### About this exercise
Among the records below, find each line containing the word "circuits" and copy it.

[Collected data]
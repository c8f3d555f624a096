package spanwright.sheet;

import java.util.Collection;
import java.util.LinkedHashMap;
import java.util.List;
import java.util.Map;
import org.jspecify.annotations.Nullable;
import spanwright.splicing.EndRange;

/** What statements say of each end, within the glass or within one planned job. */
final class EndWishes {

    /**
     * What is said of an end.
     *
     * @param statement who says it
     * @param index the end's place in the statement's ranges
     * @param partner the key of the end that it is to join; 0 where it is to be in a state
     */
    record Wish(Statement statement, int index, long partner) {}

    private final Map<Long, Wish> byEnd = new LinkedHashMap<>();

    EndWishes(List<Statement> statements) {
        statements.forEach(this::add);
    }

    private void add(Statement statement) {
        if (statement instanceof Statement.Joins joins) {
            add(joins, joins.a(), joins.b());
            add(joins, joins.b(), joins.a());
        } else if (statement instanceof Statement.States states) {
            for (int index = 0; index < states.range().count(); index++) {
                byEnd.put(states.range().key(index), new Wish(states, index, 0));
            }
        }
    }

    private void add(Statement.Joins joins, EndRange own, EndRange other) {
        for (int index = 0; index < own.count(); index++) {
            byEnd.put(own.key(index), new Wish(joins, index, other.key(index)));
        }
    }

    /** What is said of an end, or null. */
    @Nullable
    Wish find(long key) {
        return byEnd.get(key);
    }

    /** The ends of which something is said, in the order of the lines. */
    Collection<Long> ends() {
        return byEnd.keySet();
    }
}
...
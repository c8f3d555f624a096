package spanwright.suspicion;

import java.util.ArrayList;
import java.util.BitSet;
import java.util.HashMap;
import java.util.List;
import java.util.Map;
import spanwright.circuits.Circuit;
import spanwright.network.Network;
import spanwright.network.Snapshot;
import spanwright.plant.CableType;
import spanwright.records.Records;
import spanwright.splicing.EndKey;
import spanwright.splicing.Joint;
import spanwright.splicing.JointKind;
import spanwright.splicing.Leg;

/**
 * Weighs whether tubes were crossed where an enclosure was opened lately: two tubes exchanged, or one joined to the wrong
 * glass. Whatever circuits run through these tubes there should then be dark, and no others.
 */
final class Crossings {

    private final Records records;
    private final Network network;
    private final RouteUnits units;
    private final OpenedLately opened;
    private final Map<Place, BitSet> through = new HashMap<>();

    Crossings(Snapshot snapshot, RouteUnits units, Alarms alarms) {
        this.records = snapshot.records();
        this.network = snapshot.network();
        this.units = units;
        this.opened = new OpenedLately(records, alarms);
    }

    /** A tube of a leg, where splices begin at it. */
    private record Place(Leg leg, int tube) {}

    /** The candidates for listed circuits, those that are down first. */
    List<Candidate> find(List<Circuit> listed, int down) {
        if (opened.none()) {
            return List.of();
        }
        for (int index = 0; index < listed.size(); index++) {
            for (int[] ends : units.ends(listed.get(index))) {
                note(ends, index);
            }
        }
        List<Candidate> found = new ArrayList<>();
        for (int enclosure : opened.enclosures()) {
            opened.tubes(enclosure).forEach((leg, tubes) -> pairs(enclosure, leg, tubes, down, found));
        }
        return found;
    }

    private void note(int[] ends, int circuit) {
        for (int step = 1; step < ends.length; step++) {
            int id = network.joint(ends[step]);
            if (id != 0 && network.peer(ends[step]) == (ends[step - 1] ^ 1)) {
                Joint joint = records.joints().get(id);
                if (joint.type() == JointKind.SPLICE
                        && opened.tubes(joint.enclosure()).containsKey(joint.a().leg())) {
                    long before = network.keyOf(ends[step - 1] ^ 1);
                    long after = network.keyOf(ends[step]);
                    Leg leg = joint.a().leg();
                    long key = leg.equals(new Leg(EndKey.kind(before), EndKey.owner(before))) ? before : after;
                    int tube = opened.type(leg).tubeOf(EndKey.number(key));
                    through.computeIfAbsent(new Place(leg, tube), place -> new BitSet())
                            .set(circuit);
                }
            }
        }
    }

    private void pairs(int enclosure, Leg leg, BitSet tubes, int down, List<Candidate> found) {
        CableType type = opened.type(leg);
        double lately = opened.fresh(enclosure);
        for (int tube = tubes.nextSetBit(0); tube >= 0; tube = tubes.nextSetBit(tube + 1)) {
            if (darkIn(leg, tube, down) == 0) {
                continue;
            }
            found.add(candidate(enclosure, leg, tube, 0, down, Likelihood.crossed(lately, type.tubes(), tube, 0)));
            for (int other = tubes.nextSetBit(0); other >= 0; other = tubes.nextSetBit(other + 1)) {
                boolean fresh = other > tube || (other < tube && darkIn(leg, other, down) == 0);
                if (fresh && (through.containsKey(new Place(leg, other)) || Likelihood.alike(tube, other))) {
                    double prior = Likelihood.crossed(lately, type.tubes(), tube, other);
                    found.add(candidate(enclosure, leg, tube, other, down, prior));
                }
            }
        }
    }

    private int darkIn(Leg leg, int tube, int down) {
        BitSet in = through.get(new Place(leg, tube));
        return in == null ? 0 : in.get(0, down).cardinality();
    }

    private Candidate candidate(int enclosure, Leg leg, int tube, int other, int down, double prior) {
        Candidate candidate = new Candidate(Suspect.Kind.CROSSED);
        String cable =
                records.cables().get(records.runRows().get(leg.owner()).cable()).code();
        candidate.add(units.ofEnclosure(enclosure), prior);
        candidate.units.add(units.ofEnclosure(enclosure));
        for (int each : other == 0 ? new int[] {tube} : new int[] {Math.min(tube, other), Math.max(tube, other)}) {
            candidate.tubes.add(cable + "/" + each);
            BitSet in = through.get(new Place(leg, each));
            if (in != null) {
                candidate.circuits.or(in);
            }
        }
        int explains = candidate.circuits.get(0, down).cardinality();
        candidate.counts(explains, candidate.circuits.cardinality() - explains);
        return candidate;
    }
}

### Written response
import spanwright.circuits.Circuit;
 * glass. Whatever circuits run through these tubes there should then be dark, and no others.
    /** The candidates for listed circuits, those that are down first. */
                candidate.circuits.or(in);
        int explains = candidate.circuits.get(0, down).cardinality();
        candidate.counts(explains, candidate.circuits.cardinality() - explains);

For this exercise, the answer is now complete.